**Exercise objective:** Among the entries below, find the line with "for _, c := range", then quote it and each following line up to and including the line with "symmetric kernel of", and nothing else.

-- Extracted material follows --

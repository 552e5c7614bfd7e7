package response

import (
	"math"
	"math/cmplx"
	"math/rand/v2"
	"testing"
)

// TestForcedZeros: the zeros that the linear-phase types cannot avoid
// (Oppenheim & Schafer, table of the four types).
func TestForcedZeros(t *testing.T) {
	cases := []struct {
		taps        []float64
		atOne, atPi float64
	}{
		{[]float64{1, 2, 2, 1}, 6, 0},
		{[]float64{1, 2, 0, -2, -1}, 0, 0},
		{[]float64{1, 2, -2, -1}, 0, -2},
	}
	for _, c := range cases {
		near(t, "H(1)", real(TapsAt(c.taps, 0)), c.atOne, 1e-15)
		near(t, "H(-1)", real(TapsAt(c.taps, math.Pi)), c.atPi, 1e-14)
	}
}

// TestSpectrum compares two roads, the transform and Horner's rule; both err
// by rounding times the sum of |h|.
func TestSpectrum(t *testing.T) {
	rng := rand.New(rand.NewPCG(1, 2))
	taps := make([]float64, 300)
	for i := range taps {
		taps[i] = rng.Float64() - 0.5
	}
	const k = 1024
	spectrum := Spectrum(taps, k)
	if len(spectrum) != k/2+1 {
		t.Fatalf("%d bins, want %d", len(spectrum), k/2+1)
	}
	for i, h := range spectrum {
		near(t, "bin", cmplx.Abs(h-TapsAt(taps, 2*math.Pi*float64(i)/k)), 0, 300*300*1e-16)
	}
}

// TestTapsAtEach: not a bit of difference, an odd number of frequencies included.
func TestTapsAtEach(t *testing.T) {
	taps, omegas := noise(4, 777), []float64{0, 0.1, 1, 2, 3, -1, math.Pi}
	got := make([]complex128, len(omegas))
	TapsAtEach(got, taps, omegas)
	for i, omega := range omegas {
		if want := TapsAt(taps, omega); got[i] != want {
			t.Errorf("at %g: %v, want %v", omega, got[i], want)
		}
	}
}

// TestTapsGroupDelay: a pure delay is exact in every bin, a symmetric kernel of
// N taps gives (N-1)/2, one pole agrees with the analytic sum, and a zero on
// the circle is not stated there but is stated elsewhere.
func TestTapsGroupDelay(t *testing.T) {
	impulse := make([]float64, 2000)
	impulse[1000] = 1
	for _, d := range TapsGroupDelay(impulse, 2048) {
		near(t, "pure delay", d, 1000, 1e-9)
	}
	for _, d := range TapsGroupDelay([]float64{1, 2, 5, 2, 1}, 64) {
		near(t, "symmetric", d, 2, 1e-12)
	}
	pole := []Section{{B0: 1, A1: -0.9}}
	for i, d := range TapsGroupDelay(Impulse(pole, 500), 1024) {
		near(t, "one pole", d, SectionsGroupDelay(pole, 2*math.Pi*float64(i)/1024), 1e-10)
	}
	for i, d := range TapsGroupDelay([]float64{1, 0, 1}, 64) {
		if i == 16 {
			if !math.IsNaN(d) {
				t.Errorf("at the zero: %g, want not stated", d)
			}
			continue
		}
		near(t, "beside the zero", d, 1, 1e-12)
	}
	for _, d := range TapsGroupDelay([]float64{0, 0}, 4) {
		if !math.IsNaN(d) {
			t.Errorf("no taps, yet a delay of %g", d)
		}
	}
}

// TestCascadeOfOrder24 measures a cascade of twelve sections both ways; an
// expanded polynomial of this order has no digits left.
func TestCascadeOfOrder24(t *testing.T) {
	var s []Section
	for i := range 12 {
		angle := 0.2 + 0.01*float64(i)
		r := 0.9 + 0.005*float64(i)
		s = append(s, Section{B0: 0.01, B1: 0.02, B2: 0.01, A1: -2 * r * math.Cos(angle), A2: r * r})
	}
	const k = 1 << 13
	stated := 0
	for i, d := range TapsGroupDelay(Impulse(s, 4000), k) {
		if !math.IsNaN(d) {
			stated++
			near(t, "sum of sections", d, SectionsGroupDelay(s, 2*math.Pi*float64(i)/k), 1e-8)
		}
	}
	if stated < 100 {
		t.Errorf("only %d bins compared", stated)
	}
}

func TestNextPow2(t *testing.T) {
	for n, want := range map[int]int{-3: 1, 0: 1, 1: 1, 2: 2, 3: 4, 4: 4, 5: 8, 1023: 1024, 1024: 1024, 1025: 2048} {
		if got := NextPow2(n); got != want {
			t.Errorf("NextPow2(%d) = %d, want %d", n, got, want)
		}
	}
}

func TestSpectrumPanics(t *testing.T) {
	for _, k := range []int{0, 1, 3, 7, 4} {
		func() {
			defer func() {
				if recover() == nil {
					t.Errorf("length %d was accepted for 5 taps", k)
				}
			}()
			Spectrum(make([]float64, 5), k)
		}()
	}
}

-- Extracted material concluded --

**Response:**
	for _, c := range cases {
		near(t, "H(1)", real(TapsAt(c.taps, 0)), c.atOne, 1e-15)
		near(t, "H(-1)", real(TapsAt(c.taps, math.Pi)), c.atPi, 1e-14)
	}
}

// TestSpectrum compares two roads, the transform and Horner's rule; both err
// by rounding times the sum of |h|.
func TestSpectrum(t *testing.T) {
	rng := rand.New(rand.NewPCG(1, 2))
	taps := make([]float64, 300)
	for i := range taps {
		taps[i] = rng.Float64() - 0.5
	}
	const k = 1024
	spectrum := Spectrum(taps, k)
	if len(spectrum) != k/2+1 {
		t.Fatalf("%d bins, want %d", len(spectrum), k/2+1)
	}
	for i, h := range spectrum {
		near(t, "bin", cmplx.Abs(h-TapsAt(taps, 2*math.Pi*float64(i)/k)), 0, 300*300*1e-16)
	}
}

// TestTapsAtEach: not a bit of difference, an odd number of frequencies included.
func TestTapsAtEach(t *testing.T) {
	taps, omegas := noise(4, 777), []float64{0, 0.1, 1, 2, 3, -1, math.Pi}
	got := make([]complex128, len(omegas))
	TapsAtEach(got, taps, omegas)
	for i, omega := range omegas {
		if want := TapsAt(taps, omega); got[i] != want {
			t.Errorf("at %g: %v, want %v", omega, got[i], want)
		}
	}
}

// TestTapsGroupDelay: a pure delay is exact in every bin, a symmetric kernel of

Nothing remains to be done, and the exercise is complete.